As crianças que se encontram hoje em abrigos estão institucionalizadas, geralmente, por duas razões: a entrega da criança aos abrigos pelos próprios genitores ou a destituição do poder familiar, caracterizando ao final o abandono. Em ambos os casos o infante não tem qualquer contato com familiares. Em junho de 2012, conforme o Cadastro Nacional de Crianças Acolhidas (CNCA), havia 40.340 crianças e adolescentes acolhidos em instituições de acolhimento, sendo que, destas, 5.281 estavam aptas à adoção no Cadastro Nacional de Adoção3.

Em 2008, o Conselho Nacional de Justiça editou a Resolução n. 54, que implantou o Cadastro Nacional de Adoção (CNA), quem tem, segundo o próprio CNJ, por objetivo facilitar e dar mais agilidade aos processos de adoção por meio do mapeamento de informações unificadas, visto que uniformiza todos os bancos de dados existentes; racionaliza os procedimentos de habilitação; amplia as possibilidades de consulta aos pretendentes brasileiros cadastrados; possibilita o controle adequado pelas respectivas Corregedorias Gerais de Justiça; e orienta o planejamento e a formulação de políticas públicas voltadas para a população de crianças e adolescentes que aguardam pela possibilidade de convivência familiar.

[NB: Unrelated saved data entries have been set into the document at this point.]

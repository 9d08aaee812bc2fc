package dimse

import (
	"context"
	"errors"
	"fmt"
	"io"
	"log/slog"
	"net"
	"os"
	"runtime/debug"
	"slices"
	"sync"
	"sync/atomic"
	"time"

	"github.com/midsag/midsag"
	"github.com/midsag/midsag/inputs"
	"github.com/midsag/midsag/part10"
)

// Defaults for zero Config fields (our choices unless noted).
const (
	// DefaultMaxPDULength is the P-DATA-TF length we announce: 1 MiB
	// keeps the per-PDU overhead negligible while bounding each read.
	DefaultMaxPDULength = 1 << 20
	// DefaultMaxAssociations bounds concurrent associations.
	DefaultMaxAssociations = 16
	// DefaultIdleTimeout is the longest silence within an association.
	DefaultIdleTimeout = 2 * time.Minute
	// DefaultARTIM is the ARTIM timer (PS3.8 9.1.5); 30 s matches the
	// ACSE timeout DCMTK's tools use by default (storescu --help).
	DefaultARTIM = 30 * time.Second
	// DefaultMaxDatasetBytes bounds one C-STORE dataset: the bound every
	// input edge puts on one instance (inputs.MaxInstanceBytes), which
	// the header reader behind the store applies too.
	DefaultMaxDatasetBytes = inputs.MaxInstanceBytes
	// DefaultDrainTimeout is how long Serve lets running associations
	// finish after its context is cancelled.
	DefaultDrainTimeout = 10 * time.Second
)

// DefaultTransferSyntaxes are the transfer syntaxes accepted, in
// preference order, when Config.TransferSyntaxes is empty: the
// uncompressed ones first, so a peer that offers both sends native
// pixels, then every compressed syntax midsag decodes. JPEG 2000 and
// JPEG-LS are accepted even by a binary built without their decoders: a
// peer that offers only them would fail its whole transfer otherwise, and
// the study is still refused, naming the package to install, when it is
// scored. JPEG Extended 12-bit is not accepted: midsag refuses it.
var DefaultTransferSyntaxes = []string{
	midsag.ExplicitVRLittleEndian, midsag.ImplicitVRLittleEndian, midsag.ExplicitVRBigEndian, midsag.DeflatedExplicitVRLittleEndian,
	midsag.RLELossless, midsag.JPEGLosslessSV1, midsag.JPEGLossless, midsag.JPEGLSLossless, midsag.JPEG2000Lossless,
	midsag.DeflatedImageFrameCompression, midsag.JPEGBaseline8Bit, midsag.JPEGLSNearLossless, midsag.JPEG2000,
}

// DefaultSOPClasses are the storage SOP classes accepted when
// Config.SOPClasses is empty: every Storage SOP Class (StorageSOPClasses),
// so that one instance midsag does not score never fails a PACS's
// transfer; what is not MR is stored and counted, not scored.
var DefaultSOPClasses = StorageSOPClassUIDs()

// Config configures a Server. Zero fields take the defaults above.
type Config struct {
	// AETitle is our AE title; an A-ASSOCIATE-RQ calling another one is
	// rejected with called-AE-title-not-recognized.
	AETitle string
	// AllowedCallingAEs lists the peers that may associate; empty allows
	// any. Others are rejected with calling-AE-title-not-recognized.
	AllowedCallingAEs []string
	// MaxPDULength is the maximum P-DATA-TF length we announce and
	// accept; longer PDUs end the association with A-ABORT.
	MaxPDULength uint32
	// MaxAssociations bounds concurrent associations; beyond it peers get
	// a transient A-ASSOCIATE-RJ, local-limit-exceeded.
	MaxAssociations int
	// IdleTimeout ends an association with A-ABORT when no PDU arrives
	// for this long.
	IdleTimeout time.Duration
	// ARTIM bounds the wait for A-ASSOCIATE-RQ after connect and for the
	// peer to close after A-RELEASE-RP or A-ASSOCIATE-RJ (PS3.8 9.1.5).
	ARTIM time.Duration
	// MaxDatasetBytes bounds one C-STORE dataset; larger ones are read
	// and discarded and answered with A700 (out of resources).
	MaxDatasetBytes int64
	// TransferSyntaxes are accepted in this preference order.
	TransferSyntaxes []string
	// SOPClasses are the storage SOP classes accepted; Verification is
	// always accepted.
	SOPClasses []string
	// IgnoreSOPClasses are accepted and answered with success, but not
	// handed to the StoreHandler: nothing of them is kept.
	IgnoreSOPClasses []string
	// StatusOf maps the reason of a refusal the listener makes itself
	// (too large, dataset not of the command's SOP class, no dataset) to
	// its DIMSE status; serve passes server.DICOMStatus, the one table of
	// statuses. Nil answers every such refusal with C000.
	StatusOf func(midsag.Reason) uint16
	// DrainTimeout bounds how long Serve waits for running associations
	// after its context is cancelled before closing them.
	DrainTimeout time.Duration
	// Logger receives association events; nil uses slog.Default().
	Logger *slog.Logger
}

// Association describes the peer of one association.
type Association struct {
	CallingAE, CalledAE, Remote string
}

// Status is a C-STORE response's Status (0000,0900) and, for a failure
// or warning, its Error Comment (0000,0902) (PS3.7 C.4, Table C.4-1).
type Status struct {
	// Code is StatusSuccess, a B000-BFFF warning or a failure: A7xx out
	// of resources, A9xx dataset does not match SOP class, Cxxx cannot
	// understand (PS3.4 B.2.3).
	Code uint16
	// Comment says why, without patient data; it is cut to the 64
	// characters of an LO (PS3.5 6.2).
	Comment string
}

// StoreHandler receives one C-STORE instance as a complete DICOM Part 10
// file (see Part10) and returns the status to send: StatusSuccess only
// after the instance is durable. The response is sent only after the
// handler returns.
type StoreHandler func(ctx context.Context, a Association, part10 []byte) Status

// Stats are a Server's counters since it was created.
type Stats struct {
	// Active is the number of associations currently established.
	Active int64
	// Total counts associations accepted with A-ASSOCIATE-AC.
	Total int64
	// Rejected counts A-ASSOCIATE-RJ sent.
	Rejected int64
	// Aborted counts associations we ended with A-ABORT or that the peer
	// aborted.
	Aborted int64
	// Echoes counts C-ECHO requests answered.
	Echoes int64
	// StoresOK counts C-STORE answered with success or a warning.
	StoresOK int64
	// StoresFailed counts C-STORE answered with a failure status.
	StoresFailed int64
	// Ignored counts instances of Config.IgnoreSOPClasses answered with
	// success and dropped.
	Ignored int64
	// OwnOutputs counts instances midsag made (midsag.IsOutputUID)
	// answered with success and dropped, never stored or scored again.
	OwnOutputs int64
}

// Server is a Verification and Storage SCP.
type Server struct {
	cfg      Config
	handler  StoreHandler
	log      *slog.Logger
	accepted map[string]bool // abstract syntaxes
	ignored  map[string]bool // SOP classes answered and dropped
	slots    chan struct{}
	rejects  chan struct{}

	active, total, rejected, aborted atomic.Int64
	echoes, storesOK, storesFailed   atomic.Int64
	ignoredN, ownOutputs             atomic.Int64

	wg    sync.WaitGroup
	mu    sync.Mutex
	conns map[net.Conn]struct{}
}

No âmbito nacional, o administrador do sistema é a Corregedoria Nacional de Justiça, enquanto na esfera estadual cada Corregedoria Geral tem aces-so às informações do Cadastro Nacional de Adoção referentes ao seu Estado, sendo de sua competência o cadastramento das comarcas e varas da Infância e da Juventude de seu Tribunal.

Os interessados na adoção devem realizar uma avaliação psicossocial e também devem informar alguns dados: pessoais; profissão; escolaridade; faixa salarial; se tem filhos e a quantidade e, em caso afirmativo, se são biológicos ou adotivos; cor; se participa de grupo de apoio à adoção. Além disso, os adotantes informam o perfil da criança desejada, como idade, cor, portadores de doenças, entre outros. Com isso, será feito o cruzamento entre o perfil dos pretendentes à adoção e o perfil das crianças aptas a serem adotadas.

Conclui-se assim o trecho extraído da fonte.